NTFR 2020/2414 - Hof legt werkzaamheden schuldhulpverlening strikt uit

ECLI:NL:GHARL:2020:5437, datum uitspraak 14-07-2020, publicatiedatum 24-07-2020
Aflevering 35, gepubliceerd op 27-08-2020 met annotatie van mr. P.F. Zijlstra
Belanghebbenden zijn werkzaam op het gebied van financiële administraties, zij treden voor hun cliënten ook op als bewindvoerder. Naar aanleiding van een boekenonderzoek zijn aan belanghebbende naheffingsaanslagen omzetbelasting opgelegd. De rechtbank heeft geoordeeld dat de diensten die belanghebbenden verrichten voor hun cliënten zijn vrijgesteld van omzetbelasting op grond van art. 11, lid 1, onderdeel f, Wet OB 1968. De inspecteur heeft hoger beroep ingesteld. Het hof is van oordeel dat de term ‘schuldhulpverlening’ strikt moet worden uitgelegd. De werkzaamheden van belanghebbenden zijn niet te kwalificeren als schuldhulpverlening in strikte zin. Niet gesteld of gebleken is dat belanghebbenden meer hebben gedaan dan administratieve werkzaamheden die inherent zijn aan het beheren van het budget van de desbetreffende cliënt. In dit opzicht concurreren belanghebbenden met andere administratiekantoren. De werkzaamheden die erop zijn gericht om cliënten uit een onoplosbare schuldsituatie te halen en te voorkomen dat ze terugvallen, worden door derden uitgevoerd, zoals gemeenten en kredietbanken.
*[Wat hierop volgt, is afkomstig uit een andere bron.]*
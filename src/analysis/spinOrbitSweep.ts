/**
 * Correlation-diagram data with spin–orbit coupling: E/B of every double-group level of dⁿ above
 * the ground level as Δ/B goes from 0 to a maximum at fixed C/B and ζ/B. Levels of one
 * double-group irrep never cross (von Neumann & Wigner, Phys. Z. 30, 467, 1929), so the i-th
 * Γ8 from below is one state along the whole sweep; each curve is named by its free-ion level
 * ²ˢ⁺¹L_J at Δ/B = 0 and its main cubic parent at the largest Δ/B. Along the sweep each curve
 * also carries its parent ²ˢ⁺¹Γ by adiabatic correlation: levels of one double-group irrep do not
 * cross as ζ is switched on either, so the k-th Γ8 from below belongs to the k-th Γ8 among the
 * spin–orbit-free levels' splittings (Γ ⊗ D^S) at the same Δ/B. That is the dominant parent away
 * from near-degeneracies and changes where two spin–orbit-free parents cross, which is where their
 * mixing is largest. Solved at B = SWEEP_B and divided by B, as in sweep.ts.
 */
import { freeIonLevels } from '../atom/jLevels.js';
import { ensure } from '../core/errors.js';
import { cubicLevels } from '../field/cubic.js';
import { type DoubleIrrep, spinOrbitSplitting } from '../field/doubleGroup.js';
import type { Geometry } from '../field/labels.js';
import { checkZeta } from '../field/spinOrbit.js';
import {
  type LevelEnergy,
  type SpinOrbitResult,
  spinOrbitEnergies,
  spinOrbitLevels,
} from '../field/spinOrbitSolver.js';
import { type CorrelationDiagram, SWEEP_B, sweepSettings } from './sweep.js';

/** Largest ζ/B a sweep accepts (5d ions reach about 7). */
export const MAX_ZETA_OVER_B = 20;

/** Most points along a sweep at which the curves' parents are worked out (evenly spread). */
export const PARENT_POINTS = 200;

/** Options of {@link sweepSpinOrbit}. */
export interface SpinOrbitSweepOptions {
  /** @default DEFAULT_GEOMETRY ('oct') */
  readonly geometry?: Geometry;
  /** C/B held fixed. @default DEFAULT_C_OVER_B (4.5) */
  readonly cOverB?: number;
  /** ζ/B held fixed (e.g. 0.3 for Ni²⁺: ζ ≈ 650, B ≈ 1080 cm⁻¹). */
  readonly zetaOverB: number;
  /** @default DEFAULT_MAX_DELTA_OVER_B (40) */
  readonly maxDeltaOverB?: number;
  /** @default DEFAULT_SWEEP_POINTS (400) */
  readonly points?: number;
  /** Called after each solved point, for progress display. */
  readonly onProgress?: (done: number, total: number) => void;
}

/** One double-group level followed along the sweep. */
export interface SpinOrbitCurve {
  /** Irrep and rank from below, e.g. `Γ8(3)`. */
  readonly label: string;
  readonly irrep: DoubleIrrep;
  /** The free-ion level at Δ/B = 0, e.g. `4F3/2`. */
  readonly freeIon: string;
  /** The main spin–orbit-free cubic parent at the largest Δ/B, e.g. `4T1g(F)`. */
  readonly strongField: string;
  /** E/B above the ground level at each Δ/B. */
  readonly values: readonly number[];
  /** Its parent ²ˢ⁺¹Γ along the sweep (adiabatic correlation), one entry where it changes. */
  readonly parents: readonly ParentStretch[];
}

/** A stretch of a curve with one spin–orbit-free parent. */
export interface ParentStretch {
  /** Δ/B from which this parent holds (until the next stretch). */
  readonly fromDeltaOverB: number;
  /** The cubic level, e.g. `3T1g(F)`. */
  readonly parent: string;
  readonly S: number;
}

/** The data of one correlation diagram with spin–orbit coupling. */
export interface SpinOrbitDiagram {
  readonly n: number;
  readonly geometry: Geometry;
  readonly cOverB: number;
  readonly zetaOverB: number;
  readonly maxDeltaOverB: number;
  readonly deltaOverB: readonly number[];
  /** Every level's curve, ordered by energy just above Δ/B = 0. */
  readonly curves: readonly SpinOrbitCurve[];
}

/**
 * Sweeps Δ/B at fixed C/B and ζ/B for dⁿ (n = 1…9) with spin–orbit coupling.
 * @throws InputError for a bad n, C/B, ζ/B, maximum or point count.
 */
export function sweepSpinOrbit(n: number, options: SpinOrbitSweepOptions): SpinOrbitDiagram {
  const { geometry, cOverB, maxDeltaOverB, points } = sweepSettings(n, options);
  const { zetaOverB } = options;
  ensure(
    Number.isFinite(zetaOverB) && zetaOverB >= 0 && zetaOverB <= MAX_ZETA_OVER_B,
    `ζ/B ${zetaOverB}: expected a number from 0 to ${MAX_ZETA_OVER_B}`,
  );
  const B = SWEEP_B;
  const C = cOverB * B;
  const zeta = zetaOverB * B;
  checkZeta(zeta);
  const sign = geometry === 'oct' ? 1 : -1;
  const xs = Array.from({ length: points }, (_, i) => (maxDeltaOverB * i) / (points - 1));
  const stride = Math.max(1, Math.ceil(points / PARENT_POINTS));
  const values = new Map<string, number[]>();
  const parents = new Map<string, ParentStretch[]>();
  let first: SpinOrbitResult | undefined;
  let last: SpinOrbitResult | undefined;
  xs.forEach((x, i) => {
    const dqOct = (sign * x * B) / 10;
    const ends = i === 0 || i === xs.length - 1;
    // Inside the sweep eigenvalues alone name the levels; the ends need eigenvectors (Δ/B = 0 for
    // the free-ion coincidences, the last point for the parentage that names the curves there).
    const fast = ends ? null : spinOrbitEnergies(n, dqOct, B, C, zeta);
    let levels: readonly LevelEnergy[] | null = fast;
    if (!levels) {
      const r = spinOrbitLevels(n, dqOct, B, C, zeta, geometry, i === xs.length - 1);
      if (i === 0) first = r;
      if (ends) last = r;
      levels = r.levels;
    }
    const rank = new Map<string, number>();
    // At Δ/B = 0 the levels of one term coincide and leave the correlation open: take the next
    // point's. Parents are worked out at every stride-th point only: they change rarely, and the
    // labelled spin–orbit-free solve at every point would add a third to the sweep.
    const dqParents = i === 0 && xs.length > 1 ? (sign * (xs[1] ?? 0) * B) / 10 : dqOct;
    const slots =
      i % stride === 0 || i === xs.length - 1 ? adiabaticParents(n, dqParents, B, C, geometry) : undefined;
    for (const l of levels) {
      const k = (rank.get(l.irrep) ?? 0) + 1;
      rank.set(l.irrep, k);
      const label = `${l.irrep}(${k})`;
      const list = values.get(label) ?? [];
      list.push(l.energy / B);
      values.set(label, list);
      const slot = slots?.get(l.irrep)?.[k - 1];
      const stretches = parents.get(label) ?? [];
      if (slot && stretches.at(-1)?.parent !== slot.parent)
        stretches.push({ fromDeltaOverB: x, parent: slot.parent, S: slot.S });
      parents.set(label, stretches);
    }
    options.onProgress?.(i + 1, xs.length);
  });
  const strong = new Map((last?.levels ?? []).map((l) => [l.label, l.parent]));
  const jLevels = freeIonLevels(n, B, C, zeta);
  const curves = (first?.levels ?? []).map((l) => ({
    label: l.label,
    irrep: l.irrep,
    freeIon: jLevels.find((j) => Math.abs(j.energy - l.energy) <= 1e-6 * B)?.label ?? l.parent,
    strongField: strong.get(l.label) ?? '',
    values: values.get(l.label) ?? [],
    parents: parents.get(l.label) ?? [],
  }));
  const order = (c: SpinOrbitCurve) => c.values[1] ?? c.values[0] ?? 0;
  return {
    n,
    geometry,
    cOverB,
    zetaOverB,
    maxDeltaOverB,
    deltaOverB: xs,
    curves: [...curves].sort((a, b) => order(a) - order(b)),
  };
}

/**
 * For each double-group irrep, the spin–orbit-free levels' components of that irrep in energy
 * order (each as often as Γ ⊗ D^S holds it): the k-th is the parent of the k-th level of the irrep.
 */
function adiabaticParents(
  n: number,
  dqOct: number,
  B: number,
  C: number,
  geometry: Geometry,
): Map<DoubleIrrep, { parent: string; S: number }[]> {
  const slots = new Map<DoubleIrrep, { parent: string; S: number; energy: number }[]>();
  for (const l of cubicLevels(n, dqOct, B, C, geometry).levels) {
    for (const irrep of spinOrbitSplitting(l.irrep, l.S)) {
      const list = slots.get(irrep) ?? [];
      list.push({ parent: l.label, S: l.S, energy: l.energy });
      slots.set(irrep, list);
    }
  }
  for (const list of slots.values()) list.sort((a, b) => a.energy - b.energy);
  return slots;
}

/** The parent stretch of a curve at Δ/B = x (the last one starting at or before x). */
export function parentAt(curve: SpinOrbitCurve, x: number): ParentStretch | undefined {
  let found = curve.parents[0];
  for (const p of curve.parents) if (p.fromDeltaOverB <= x) found = p;
  return found;
}

/**
 * The diagram in the form of {@link CorrelationDiagram}, for the CSV and figure code of the
 * spin–orbit-free diagram. Spin is no longer a good quantum number, but each curve's parent
 * ²ˢ⁺¹Γ has one: a curve takes the spin of its parent at the largest Δ/B (its label there reads
 * `Γ5 3T1g(F)`), each stretch of it carries its own parent, and the regions and crossings are
 * where the ground level's parent changes spin — so the figure draws curves of spin-allowed
 * parentage strong and the others light, as in the diagram without ζ.
 */
export function spinOrbitAsCorrelation(d: SpinOrbitDiagram): CorrelationDiagram {
  const xs = d.deltaOverB;
  const groundAt = xs.map((_, i) => d.curves.find((c) => c.values[i] === 0) ?? d.curves[0]);
  const groundParent = xs.map((x, i) => {
    const c = groundAt[i];
    return (c && parentAt(c, x)) ?? { fromDeltaOverB: 0, parent: '', S: 0 };
  });
  const crossings: CorrelationDiagram['crossings'][number][] = [];
  for (let i = 1; i < xs.length; i++) {
    const a = groundParent[i - 1];
    const b = groundParent[i];
    if (a && b && a.S !== b.S) {
      crossings.push({
        deltaOverB: ((xs[i - 1] ?? 0) + (xs[i] ?? 0)) / 2,
        from: a.parent,
        to: b.parent,
        fromS: a.S,
        toS: b.S,
      });
    }
  }
  const bounds = [0, ...crossings.map((c) => c.deltaOverB), d.maxDeltaOverB];
  const regions = bounds.slice(1).map((to, r) => {
    const from = bounds[r] ?? 0;
    const at = groundParent[xs.findIndex((x) => x >= (from + to) / 2)] ?? groundParent[0];
    return { fromDeltaOverB: from, toDeltaOverB: to, S: at?.S ?? 0, ground: at?.parent ?? '' };
  });
  return {
    n: d.n,
    geometry: d.geometry,
    cOverB: d.cOverB,
    maxDeltaOverB: d.maxDeltaOverB,
    points: xs.length,
    deltaOverB: xs,
    curves: d.curves.map((c) => {
      const end = c.parents.at(-1);
      return {
        label: c.label,
        symbol: c.irrep,
        S: end?.S ?? 0,
        irrep: c.irrep,
        parent: c.freeIon,
        strongField: c.strongField,
        values: c.values,
        stretches: c.parents,
        caption: end ? `${c.irrep} ${end.parent}` : c.label,
      };
    }),
    crossings,
    regions,
    zetaOverB: d.zetaOverB,
  };
}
NTFR 2020/2416 - Beantwoording Kamervragen btw-verlaging Duitsland en België

Aflevering 35, gepubliceerd op 27-08-2020
Staatssecretaris Vijlbrief van Financiën stuurt de Tweede Kamer een brief met antwoorden op Kamervragen over de btw-verlaging in Duitsland en België. De Duitse regering is van plan om het algemene btw-tarief voor de rest van dit jaar te verlagen van 19% naar 16% en de btw op groente en fruit te verlagen van 7% naar 5%. Daarnaast zijn er berichten over een btw-verlaging voor de horeca in België. De staatssecretaris gaat onder meer in op de vraag wat de kosten voor de schatkist zijn, als Nederland ook vanaf juli tot en met het einde van dit jaar, het algemene btw-tarief zou verlagen met 3%-punt (wordt 18%) en het lage btw-tarief zou verminderen met 2%-punt (wordt 7%).